Saxe Holm's Stories eBook

This eBook from the Gutenberg Project consists of approximately 375 pages of information about Saxe Holm's Stories.

Saxe Holm's Stories eBook

This eBook from the Gutenberg Project consists of approximately 375 pages of information about Saxe Holm's Stories.

“Annie Ware has the fever.”  Then I said,—­

“Annie Ware cannot die; she is too young, too strong, and we love her so.”

Then I said again,—­

“Annie Ware has the fever,” and all the time I seemed not to be thinking about her at all, but about the chrysanthemums, whose tops I still idly studied.

For weeks a malignant typhus fever had been slowly creeping about in the lower part of our village, in all the streets which had been under water in the spring freshet.

These streets were occupied chiefly by laboring people, either mill-operatives, or shopkeepers of the poorer class.  It was part of the cruel “calamity” of their “poverty” that they could not afford to have homesteads on the high plateau, which lifted itself quite suddenly from the river meadow, and made our village a by-word of beauty all through New England.

Upon this plateau were laid out streets of great regularity, shaded by grand elms, many of which had been planted by hands that had handled the ropes of the Mayflower.  Under the shade of these elms stood large old-fashioned houses, in that sort of sleepy dignity peculiar to old New England.  We who lived in these houses were also sleepy and dignified.  We knew that “under the hill,” as it was called, lived many hundreds of men and women, who were stifled in summer for want of the breezes which swept across our heights, cold in winter because the wall of our plateau shut down upon them the icy airs from the frozen river, and cut off the afternoon sun.  We were sorry for them, and we sent them cold meat and flannels sometimes; but their life was as remote from our life as if they never crossed our paths; it is not necessary to go into large cities to find sharp lines drawn between the well-to-do and the poverty-stricken.  There are, in many small villages, “districts” separated from each other by as distinct a moral distance as divides Fifth Avenue from the Five Points.

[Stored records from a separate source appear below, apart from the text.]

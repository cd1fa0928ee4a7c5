import { describe, expect, it } from 'vitest';
import type { SoilProfile } from '../profile/soil-profile.types.js';
import { runSettlementCheck } from './run-settlement-check.js';
import { settlementUnderUniformLoad } from './settlement-under-uniform-load.js';

// University of Maine, CIE 365 Soil Mechanics course notes (L. Zambrano-Cruzatty), "Consolidation",
// Example 7.1: sand 9 m (γsat 19.0, water table at 3 m, taken saturated above it), clay 10 m
// (γsat 17.4, e0 1.15, Cc 0.30), Δσ = 200 kPa given at mid-clay. Printed σ′0 = 150.1 kPa, settlement 0.513 m.
const example71: SoilProfile = {
  groundLevelM: 0,
  waterTableDepthM: 3,
  layers: [
    { name: 'sand', thicknessM: 9, unitWeightKnPerM3: 19, saturatedUnitWeightKnPerM3: 19 },
    { name: 'clay', thicknessM: 10, unitWeightKnPerM3: 17.4, saturatedUnitWeightKnPerM3: 17.4, e0: 1.15, cc: 0.3 },
  ],
};

describe('settlementUnderUniformLoad({ profile, stressIncreaseKpa, options })', () => {
  it('reproduces CIE 365 Example 7.1 (one layer, mid-depth stresses) within the 0.5 % the printed rounding allows', () => {
    const result = settlementUnderUniformLoad({ profile: example71, stressIncreaseKpa: 200, options: { sublayerCount: 1 } });
    const [row] = result.sublayers;
    expect(Math.abs((row?.initialEffectiveStressKpa ?? 0) - 150.1) / 150.1).toBeLessThan(0.005);
    expect(Math.abs(result.primaryM - 0.513) / 0.513).toBeLessThan(0.005);
    expect(row?.consolidationCase).toBe('normally-consolidated');
  });

  it('sums the same sublayers as a footing check would, with Δσ constant at every depth', () => {
    // Hand calculation, two 5 m sublayers of the clay: σ′0 at 11.5 m = 171 + 2.5·17.4 − 8.5·9.81 = 131.115 kPa,
    // at 16.5 m = 171 + 7.5·17.4 − 13.5·9.81 = 169.065 kPa;
    // Sc = 0.3·5/2.15·[log10(331.115/131.115) + log10(369.065/169.065)] = 0.69767·(0.40233 + 0.33904) = 0.51724 m.
    const result = settlementUnderUniformLoad({ profile: example71, stressIncreaseKpa: 200, options: { sublayerCount: 2 } });
    expect(result.sublayers.map((row) => row.midDepthM)).toEqual([11.5, 16.5]);
    expect(result.primaryM).toBeCloseTo(0.51724, 4);
    expect(result.sublayers.every((row) => row.stressIncreaseKpa === 200 && row.neighboursStressIncreaseKpa === 0)).toBe(true);
  });

  it('agrees with runSettlementCheck under a very wide 2V:1H footing, whose stress tends to q at every depth', () => {
    // 2V:1H: Δσ = q·B²/(B + z)²; with B = 10 km and z ≤ 19 m the factor is within 0.4 % of 1.
    const wide = runSettlementCheck({
      profile: example71,
      footings: [{ id: 'W', xM: 0, yM: 0, widthM: 10_000, lengthM: 10_000, depthM: 0, pressureKpa: 200 }],
      options: { sublayerCount: 4, stressMethod: '2to1', evaluationPoints: 'centre' },
    });
    const uniform = settlementUnderUniformLoad({ profile: example71, stressIncreaseKpa: 200, options: { sublayerCount: 4 } });
    expect(Math.abs(uniform.primaryM - (wide.footings[0]?.primaryM ?? 0)) / uniform.primaryM).toBeLessThan(0.004);
  });

  it('gives the time rate when the clay has cv and drains at both faces', () => {
    // One clay layer of 10 m drained both faces: Hdr = 5 m; t50 = 0.197·25/cv = 4.925/cv years (Terzaghi's table, Das).
    const profile: SoilProfile = { ...example71, layers: [example71.layers[0]!, { ...example71.layers[1]!, cvM2PerYr: 2, drainageTop: 'free', drainageBottom: 'free' }] };
    const result = settlementUnderUniformLoad({ profile, stressIncreaseKpa: 200, options: { sublayerCount: 1 } });
    expect(result.timeTo50PercentYears).toBeCloseTo(4.925 / 2, 1);
    expect(result.timeCurve.at(-1)?.settlementM).toBeCloseTo(result.primaryM, 3);
  });

  it('throws for a stress increase that is not positive', () => {
    expect(() => settlementUnderUniformLoad({ profile: example71, stressIncreaseKpa: 0 })).toThrow(/settlementUnderUniformLoad requires a finite stressIncreaseKpa > 0/);
  });
});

And so it had come to pass that while for weeks this malignant fever had been creeping about on the river shore, we, in our clearer, purer air, had not felt even a dread of it.  There had not been a single case of it west of the high water mark made by the terrible freshet of the previous spring.  We sent brandy and wine and beef-tea into the poor, comfortless, grief-stricken houses; and we said at tea-time that it was strange, people would persist in living down under the bank:  what could they expect? and besides, they were “so careless about drainage and ventilation.”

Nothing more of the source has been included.